8. Note, however, that marginal utility can work the other way, too: in what are commonly known as network effects, some things—building blocks, telephones, networked computers, and so on—gain more utility slowly up to some point, after which having more of them makes each one have greater value, and the marginal value rises quickly. This continues up to a point of saturation, where the marginal utility increase slows again.
然而,值得注意的是,邊際效用也可以反向運作:在一般所知的網路效應中,一些事物——如積木、電話、網路電腦等——在某個點之前,其效用會緩慢增加,之後隨著數量的增加,每一個的價值都會提升,邊際價值迅速上升。這種情況會持續到達飽和點,之後邊際效用的增加再次放緩。

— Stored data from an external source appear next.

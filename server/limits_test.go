package server_test

import (
	"context"
	"io"
	"net/http"
	"net/http/httptest"
	"regexp"
	"strings"
	"sync"
	"testing"
	"time"

	"github.com/prometheus/common/expfmt"
	"github.com/prometheus/common/model"

	"trialogue/server"
	"trialogue/store"
)

// newConfigFixture is newFixture with a server configuration of the test's
// choosing and a clock the test moves.
func newConfigFixture(t *testing.T, yaml string, cfg server.Config) (*fixture, *fakeClock) {
	t.Helper()
	clock := &fakeClock{now: time.Now()}
	return buildFixture(t, yaml, cfg, clock.Now), clock
}

type fakeClock struct {
	mu  sync.Mutex
	now time.Time
}

func (c *fakeClock) Now() time.Time {
	c.mu.Lock()
	defer c.mu.Unlock()
	return c.now
}

func (c *fakeClock) Add(d time.Duration) {
	c.mu.Lock()
	c.now = c.now.Add(d)
	c.mu.Unlock()
}

// get sends a GET without following redirects.
func (f *fixture) get(path string, header map[string]string) *http.Response {
	f.t.Helper()
	req, _ := http.NewRequest("GET", f.http.URL+path, nil)
	for k, v := range header {
		req.Header.Set(k, v)
	}
	res, err := noRedirect.Do(req)
	if err != nil {
		f.t.Fatal(err)
	}
	io.Copy(io.Discard, res.Body)
	res.Body.Close()
	return res
}

// delaySeconds is the delay-seconds form of Retry-After (RFC 9110 section
// 10.2.3: 1*DIGIT).
var delaySeconds = regexp.MustCompile(`^[0-9]+$`)

func (f *fixture) sessionCount() int {
	f.t.Helper()
	s, err := f.st.SessionsOf(context.Background(), f.study.Def.ID, store.WithSynthetic)
	if err != nil {
		f.t.Fatal(err)
	}
	return len(s)
}

func TestEntryRateLimit(t *testing.T) {
	for _, trust := range []bool{false, true} {
		name := "DirectClients"
		if trust {
			name = "BehindProxy"
		}
		t.Run(name, func(t *testing.T) {
			f, clock := newConfigFixture(t, studyYAML("harrow-limit", scriptedEndpoint, chatArm),
				server.Config{Limits: server.Limits{EntryRate: 0.5, EntryBurst: 2, TrustProxy: trust}})
			from := func(addr string) map[string]string {
				return map[string]string{"X-Forwarded-For": "198.51.100.7, " + addr}
			}
			for i, rid := range []string{"L-1", "L-2"} {
				if res := f.get("/s/harrow-limit?rid="+rid+"&lean=left", from("203.0.113.5")); res.StatusCode != http.StatusSeeOther {
					t.Fatalf("entry %d within the burst: got %d, want 303", i+1, res.StatusCode)
				}
			}
			res := f.get("/s/harrow-limit?rid=L-3&lean=left", from("203.0.113.5"))
			t.Run("ErrOverLimit", func(t *testing.T) {
				// RFC 6585 section 4: 429 Too Many Requests, with Retry-After.
				if res.StatusCode != http.StatusTooManyRequests {
					t.Fatalf("got %d, want 429", res.StatusCode)
				}
				if ra := res.Header.Get("Retry-After"); !delaySeconds.MatchString(ra) || ra == "0" {
					t.Fatalf("got Retry-After %q, want a positive delay-seconds", ra)
				}
				if n := f.sessionCount(); n != 2 {
					t.Fatalf("sessions after a refused entry: got %d, want 2", n)
				}
				// the respondent's page says it in the catalogue's words
				req, _ := http.NewRequest("GET", f.http.URL+"/s/harrow-limit?rid=L-5&lean=left", nil)
				req.Header.Set("X-Forwarded-For", "198.51.100.7, 203.0.113.5")
				again, err := noRedirect.Do(req)
				if err != nil {
					t.Fatal(err)
				}
				body, _ := io.ReadAll(again.Body)
				again.Body.Close()
				if again.StatusCode != http.StatusTooManyRequests || !strings.Contains(string(body), "Please wait a moment and try again.") {
					t.Fatalf("got %d, want 429 with the catalogue's text: %.300s", again.StatusCode, body)
				}
			})
			other := f.get("/s/harrow-limit?rid=L-4&lean=left", from("203.0.113.99"))
			if trust {
				t.Run("OKOtherAddressBehindProxy", func(t *testing.T) {
					if other.StatusCode != http.StatusSeeOther {
						t.Fatalf("another client behind the proxy: got %d, want 303", other.StatusCode)
					}
				})
			} else {
				t.Run("ErrForwardedHeaderIgnored", func(t *testing.T) {
					if other.StatusCode != http.StatusTooManyRequests {
						t.Fatalf("a client naming another address without --trust-proxy: got %d, want 429", other.StatusCode)
					}
				})
			}
			clock.Add(2 * time.Second)
			t.Run("OKAfterRetryAfter", func(t *testing.T) {
				if res := f.get("/s/harrow-limit?rid=L-3&lean=left", from("203.0.113.5")); res.StatusCode != http.StatusSeeOther {
					t.Fatalf("after waiting: got %d, want 303", res.StatusCode)
				}
			})
		})
	}
}

func TestReplyRateLimit(t *testing.T) {
	f, clock := newConfigFixture(t, studyYAML("harrow-rlimit", scriptedEndpoint, chatArm),
		server.Config{Limits: server.Limits{ReplyRate: 0.1, ReplyBurst: 1}})
	c := "/c/" + f.enter("R-L1", "left")
	if a := f.call("POST", c+"/resume", nil); a.Status != 200 {
		t.Fatalf("opening: got %d, want 200", a.Status)
	}
	clock.Add(10 * time.Second)
	if a := f.call("POST", c+"/reply", reply("When is the first ferry?", "l1")); a.Status != 200 {
		t.Fatalf("first reply: got %d, want 200", a.Status)
	}
	t.Run("ErrTooSoon", func(t *testing.T) {
		a := f.call("POST", c+"/reply", reply("And the last ferry?", "l2"))
		if a.Status != http.StatusTooManyRequests || a.Rule != "rate_limited" {
			t.Fatalf("got %d %q, want 429 rate_limited", a.Status, a.Rule)
		}
		if st := f.call("GET", c+"/state", nil).State; st.RepliesUsed != 1 {
			t.Fatalf("replies after a refused one: got %d, want 1", st.RepliesUsed)
		}
	})
	t.Run("OKOtherSessionUnaffected", func(t *testing.T) {
		o := "/c/" + f.enter("R-L2", "right")
		if a := f.call("POST", o+"/resume", nil); a.Status != 200 {
			t.Fatalf("another session: got %d, want 200", a.Status)
		}
	})
	clock.Add(10 * time.Second)
	t.Run("OKAfterWaiting", func(t *testing.T) {
		if a := f.call("POST", c+"/reply", reply("And the last ferry?", "l2")); a.Status != 200 || a.State.RepliesUsed != 2 {
			t.Fatalf("got %d with %d replies, want 200 and 2", a.Status, a.State.RepliesUsed)
		}
	})
}

func TestSyntheticMark(t *testing.T) {
	f, _ := newConfigFixture(t, studyYAML("harrow-synth", scriptedEndpoint, chatArm), server.Config{SyntheticKey: "sim-key-for-tests"})
	marked := func(rid string) bool {
		sess, err := f.st.SessionByRID(context.Background(), "harrow-synth", rid)
		if err != nil {
			t.Fatal(err)
		}
		yes, err := f.st.IsSynthetic(context.Background(), sess.ID)
		if err != nil {
			t.Fatal(err)
		}
		return yes
	}
	t.Run("OKWithKey", func(t *testing.T) {
		if res := f.get("/s/harrow-synth?rid=SIM-1&lean=left", map[string]string{server.SyntheticHeader: "sim-key-for-tests"}); res.StatusCode != http.StatusSeeOther || !marked("SIM-1") {
			t.Fatalf("got %d, want 303 and a synthetic session", res.StatusCode)
		}
	})
	t.Run("OKWithoutHeaderIsReal", func(t *testing.T) {
		if res := f.get("/s/harrow-synth?rid=REAL-1&lean=left", nil); res.StatusCode != http.StatusSeeOther || marked("REAL-1") {
			t.Fatalf("got %d, want 303 and a real session", res.StatusCode)
		}
	})
	t.Run("ErrWrongKey", func(t *testing.T) {
		if res := f.get("/s/harrow-synth?rid=SIM-2&lean=left", map[string]string{server.SyntheticHeader: "guess"}); res.StatusCode != http.StatusForbidden {
			t.Fatalf("got %d, want 403", res.StatusCode)
		}
		if _, err := f.st.SessionByRID(context.Background(), "harrow-synth", "SIM-2"); err == nil {
			t.Fatalf("a refused synthetic entry created a session")
		}
	})
	t.Run("ErrServerWithoutKey", func(t *testing.T) {
		g, _ := newConfigFixture(t, studyYAML("harrow-nokey", scriptedEndpoint, chatArm), server.Config{})
		if res := g.get("/s/harrow-nokey?rid=SIM-3&lean=left", map[string]string{server.SyntheticHeader: ""}); res.StatusCode != http.StatusSeeOther {
			t.Fatalf("an empty header: got %d, want 303 as a real respondent", res.StatusCode)
		}
		if res := g.get("/s/harrow-nokey?rid=SIM-4&lean=left", map[string]string{server.SyntheticHeader: "anything"}); res.StatusCode != http.StatusForbidden {
			t.Fatalf("got %d, want 403 from a server started without a synthetic key", res.StatusCode)
		}
		if n := g.sessionCount(); n != 1 {
			t.Fatalf("sessions: got %d, want 1", n)
		}
	})
	t.Run("OKLeftOutOfCounts", func(t *testing.T) {
		counts, err := f.st.ArmCounts(context.Background(), "harrow-synth", store.RealOnly)
		if err != nil || counts["only"] != 1 {
			t.Fatalf("real sessions per arm: got %v %v, want only=1", counts, err)
		}
	})
}

// TestMetrics checks /metrics against the Prometheus text exposition format
// (parsed with the Prometheus project's own parser, prometheus/common/expfmt)
// and that no token reaches it.
func TestMetrics(t *testing.T) {
	f, _ := newConfigFixture(t, studyYAML("harrow-metrics", scriptedEndpoint, chatArm), server.Config{})
	tok := f.enter("R-M1", "left")
	f.call("POST", "/c/"+tok+"/resume", nil)
	f.call("POST", "/c/"+tok+"/reply", reply("When is the first ferry?", "m1"))
	f.get("/c/AAAAAAAAAAAAAAAAAAAAAAAAAAAAAAAA/state", nil)
	ms := httptest.NewServer(f.srv.MetricsHandler())
	defer ms.Close()
	res, err := http.Get(ms.URL)
	if err != nil {
		t.Fatal(err)
	}
	defer res.Body.Close()
	body, _ := io.ReadAll(res.Body)
	if ct := res.Header.Get("Content-Type"); !strings.HasPrefix(ct, "text/plain; version=0.0.4") {
		t.Fatalf("got Content-Type %q, want the text format's text/plain; version=0.0.4", ct)
	}
	p := expfmt.NewTextParser(model.LegacyValidation)
	fams, err := p.TextToMetricFamilies(strings.NewReader(string(body)))
	if err != nil {
		t.Fatalf("not the Prometheus text format: %v", err)
	}
	value := func(name string, labels map[string]string) float64 {
		fam, ok := fams[name]
		if !ok {
			t.Fatalf("no metric %s", name)
		}
	next:
		for _, m := range fam.Metric {
			for _, lp := range m.Label {
				if want, ok := labels[lp.GetName()]; ok && want != lp.GetValue() {
					continue next
				}
			}
			switch {
			case m.Counter != nil:
				return m.Counter.GetValue()
			case m.Gauge != nil:
				return m.Gauge.GetValue()
			case m.Histogram != nil:
				return float64(m.Histogram.GetSampleCount())
			}
		}
		return 0
	}
	for _, tc := range []struct {
		name   string
		labels map[string]string
		want   float64
	}{
		{"trialogue_assignments_total", map[string]string{"study": "harrow-metrics", "arm": "only", "synthetic": "false"}, 1},
		{"trialogue_turn_seconds", map[string]string{"route": "/c/{token}/reply"}, 1},
		{"trialogue_turn_seconds", map[string]string{"route": "/c/{token}/resume"}, 1},
		{"trialogue_model_seconds", map[string]string{"study": "harrow-metrics", "endpoint": "bot"}, 2},
		{"trialogue_http_requests_total", map[string]string{"route": "/s/{study}", "code": "303"}, 1},
		{"trialogue_http_requests_total", map[string]string{"code": "404"}, 1},
		{"trialogue_sessions_active", nil, 1},
	} {
		if got := value(tc.name, tc.labels); got != tc.want {
			t.Errorf("%s%v: got %v, want %v", tc.name, tc.labels, got, tc.want)
		}
	}
	if _, ok := fams["process_resident_memory_bytes"]; !ok {
		t.Errorf("no process_resident_memory_bytes")
	}
	if strings.Contains(string(body), tok) || strings.Contains(string(body), "R-M1") {
		t.Fatalf("the metrics hold a token or a respondent id")
	}
}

9. Marvin Simkin wrote in 1992 that “Democracy is two wolves and a lamb voting on what to eat for lunch.” He prefaced this with “Democracy is not freedom” and went on to write that “Freedom comes from the recognition of certain rights which may not be taken, not even by a 99% vote.”
1992 年,Marvin Simkin 寫道:「民主是兩隻狼和一隻羊投票決定午餐吃什麼。」他在此之前寫道:「民主不是自由」,並接著寫道:「自由來自於對某些權利的承認,這些權利即使是 99%的投票也不能剝奪。」

10. The “grind” is a familiar staple of many RPGs and MMOs. Players endure largely joyless quests or other explicit goals that the game has laid out for them as part of what has been called the leveling treadmill. This is the price the player pays for gaining greater levels and abilities so they can go on to grind more quests at a higher level. While grinding gameplay is not in itself engaging or fun, both players and designers have come to accept it as part of the landscape of these games. A more systemic approach to the player’s experience and interactions may yield designs that do not rely on a mindless, repetitive grind but instead on systemic mastery.
「練功」是許多 RPG 和 MMO 中熟悉的元素。玩家忍受著大多乏味的任務或其他遊戲為他們設置的明確目標,這被稱為升級跑步機的一部分。這是玩家為了獲得更高等級和能力所付出的代價,以便能在更高等級上進行更多的任務練功。雖然練功的遊戲玩法本身並不吸引人或有趣,但玩家和設計師都已經接受它作為這些遊戲的一部分。採用更系統化的方法來處理玩家的體驗和互動,可能會產生不依賴於無腦、重複練功,而是依賴於系統化掌握的設計。

11. A deliverable is anything that you’re providing to others who have a stake in the game you’re making. This may well be you in the future when you’ve long forgotten your own reasoning during the design process.
11. 可交付成果是指您提供給在您所製作的遊戲中有利害關係的其他人的任何東西。這也可能是未來的您,當您早已忘記設計過程中的初衷時。